終業時刻を1時間程度早めたくらいでは患者総数にほぼ変化がありませんでした。

前院長は年齢的な要因はあれど、このような不要な長時間労働が心身を疲弊させた一因になったことは間違いありません。前院長自身がそれを認めていました。
時間外ギリギリ患者様のためと思っての診療時間延長は労働者(柔道整復師や従業員)の過剰な負担となる悪手です。
他業種のお客様商売にも気遣えるようになった自分の変化
時間外ギリギリ患者様の対応を通じ、自分も患者として病院へ受付ギリギリに行ったり買い物や飲食店に閉店ギリギリに滑り込むことがほぼ無くなり、接客業の皆様に対してより気遣いが出来るようになりました。
毎日診療!夜〇時まで受付!という長時間労働を誇る整骨院には患者として絶対に行くことはないでしょう。従業員さんがかわいそうです。というか私にはもはや患者として整骨院に用はありませんが。
まとめ
現在は診療時間をさらに短くしたり特定の曜日を午後休診にして、心身共により平穏な日常生活を取り戻しつつあります。患者数も激減して自由な時間が増え、こっそり続けている副業も順調に成果が上がっています。
庶民が生きていくうえで労働は避けられませんが働き過ぎは禁物です。
私としては自分の整骨院を廃院させて診療時間をゼロにすることが最終目標です。
これから柔道整復師を目指そうとする皆さんへ
柔道整復師として働き続けるには異常に長い拘束時間に耐え続ける必要があります。
長時間労働を何十年も続けるつもりが無いのであれば進路を考え直すことをお勧めします。

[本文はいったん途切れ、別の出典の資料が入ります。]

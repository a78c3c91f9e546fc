import fc from 'fast-check';
import { describe, expect, it } from 'vitest';
import { exact, toShortText } from '../exact';
import { checkValue } from '../fields';
import { groupsAddUp, pointsFit, questionGroupsField, testMaxField, testPointsSchema, type TestShape } from './test-points';

const SHAPE: TestShape = {
  max: '50',
  groups: [
    { key: 'a', name: 'Part A', max: '20' },
    { key: 'b', name: 'Part B', max: '30' },
  ],
};
const check = (value: unknown, shape = SHAPE) => checkValue(testPointsSchema(shape), value);

describe('points of a test', () => {
  it.each([
    [{ points: '12.50' }, { points: '12.5' }],
    [{ points: '0' }, { points: '0' }],
    [{ points: '50' }, { points: '50' }],
    [{ points: '12,5', groups: {} }, { points: '12.5' }],
    [{ points: '31', groups: { a: '', b: ' ' } }, { points: '31' }],
    [{ groups: { a: '12.5', b: '19' } }, { points: '31.5', groups: { a: '12.5', b: '19' } }],
    [{ points: '', groups: { a: '12.5', b: '19' } }, { points: '31.5', groups: { a: '12.5', b: '19' } }],
    [{ points: '31.5', groups: { b: '19', a: '12.5' } }, { points: '31.5', groups: { a: '12.5', b: '19' } }],
  ])('%j are kept as %j, and once more unchanged', (typed, kept) => {
    const result = check(typed);
    expect(result).toEqual({ ok: true, value: kept });
    expect(check(kept)).toEqual({ ok: true, value: kept });
    expect(pointsFit(SHAPE, kept)).toBe(true);
  });

  it.each([
    [{}, 'points', 'Write the points of the test.'],
    [{ points: ' ' }, 'points', 'Write the points of the test.'],
    [{ points: 'ten' }, 'points', 'Write the points as a number, such as 12.5.'],
    [{ points: 12 }, 'points', 'Write the points as a number, such as 12.5.'],
    [{ points: '50.5' }, 'points', 'The test is out of 50: the points can be 0 to 50.'],
    [{ points: '-1' }, 'points', 'The test is out of 50: the points can be 0 to 50.'],
    [{ points: '12.25' }, 'points', 'Points go by whole or half numbers, such as 12 or 12.5.'],
    [{ points: '32', groups: { a: '12.5', b: '19' } }, 'points', 'The groups add up to 31.5, but the total says 32.'],
    [{ points: '12.5', groups: { a: '12.5' } }, 'groups.b', 'Write the points of Part B too, or leave all groups blank.'],
    [{ groups: { a: '20.5', b: '1' } }, 'groups.a', 'Part A is out of 20: the points can be 0 to 20.'],
    [{ groups: { a: '1', b: '1', c: '1' } }, 'groups.c', 'This test has no such question group.'],
    [{ points: '1', bonus: '3' }, '', 'Something here does not belong to this form. Load the page again.'],
    [null, '', 'Write the points of the test.'],
  ])('%j are refused beside “%s”', (typed, path, message) => {
    const result = check(typed);
    expect(result.ok ? [] : result.fields).toContainEqual({ path, message });
  });

  it('have a total that is the sum of their groups, exactly', () => {
    const halves = (max: number) => fc.integer({ min: 0, max: max * 2 }).map((n) => toShortText(exact(n).div(2), 1));
    fc.assert(
      fc.property(halves(20), halves(30), (a, b) => {
        const result = check({ groups: { a, b } });
        expect(result.ok && result.value.points).toBe(toShortText(exact(a).add(exact(b)), 1));
      }),
    );
  });

  it('no longer fit when the test was made smaller or its groups changed', () => {
    expect(pointsFit({ max: '30', groups: [] }, { points: '30.5' })).toBe(false);
    expect(pointsFit({ max: '50', groups: [] }, { points: '31.5', groups: { a: '12.5', b: '19' } })).toBe(false);
    expect(pointsFit({ ...SHAPE, groups: [{ key: 'a', name: 'A', max: '10' }, { key: 'b', name: 'B', max: '40' }] }, { points: '31.5', groups: { a: '12.5', b: '19' } })).toBe(false);
    expect(pointsFit(SHAPE, { points: '40', groups: { a: '12.5', b: '19' } })).toBe(false);
    expect(pointsFit(SHAPE, { points: 'many' })).toBe(false);
  });
});

describe('the shape of a test', () => {
  it('has a most of whole or half points above 0', () => {
    expect(checkValue(testMaxField(), '45.5')).toEqual({ ok: true, value: '45.5' });
    for (const bad of ['0', '-1', '1.25', 'x', 30, '10000.5']) expect(checkValue(testMaxField(), bad).ok).toBe(false);
  });
  it('has groups that add up', () => {
    expect(groupsAddUp(SHAPE)).toBeNull();
    expect(groupsAddUp({ max: '50', groups: [] })).toBeNull();
    expect(groupsAddUp({ ...SHAPE, max: '45' })).toBe('The groups’ points add up to 50, but the test is out of 45.');
  });
  it('has groups that can be told apart', () => {
    const field = questionGroupsField();
    expect(checkValue(field, SHAPE.groups)).toEqual({ ok: true, value: SHAPE.groups });
    const twice = checkValue(field, [SHAPE.groups[0], { ...SHAPE.groups[0], name: 'part a' }]);
    expect(twice.ok ? [] : twice.fields.map(({ path }) => path)).toEqual(['1.key', '1.name']);
    expect(checkValue(field, [{ key: 'A B', name: 'x', max: '1' }])).toMatchObject({ ok: false, fields: [{ path: '0.key' }] });
    expect(checkValue(field, [{ key: 'a', name: ' ', max: '1' }])).toMatchObject({ ok: false, fields: [{ path: '0.name' }] });
  });
});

10代20代で体力に自信があるうちは想像もつかないでしょうが、中年以降になると気力体力が持たなくなり自分の時間や自由が奪われていくことに苦痛が積み重なっていきます。
現在柔整業界で働いている皆さんへ
心身の健康を守るための時短勤務または転職をお勧めします。
気力体力が落ちてからの廃業・転職はかなり辛いものになります(経験談)。
今後も働き続けるつもりの柔整業界の先生方、ギリギリ患者様へ真摯に応対しつつ終わりの見えない長時間労働よろしくお願いします。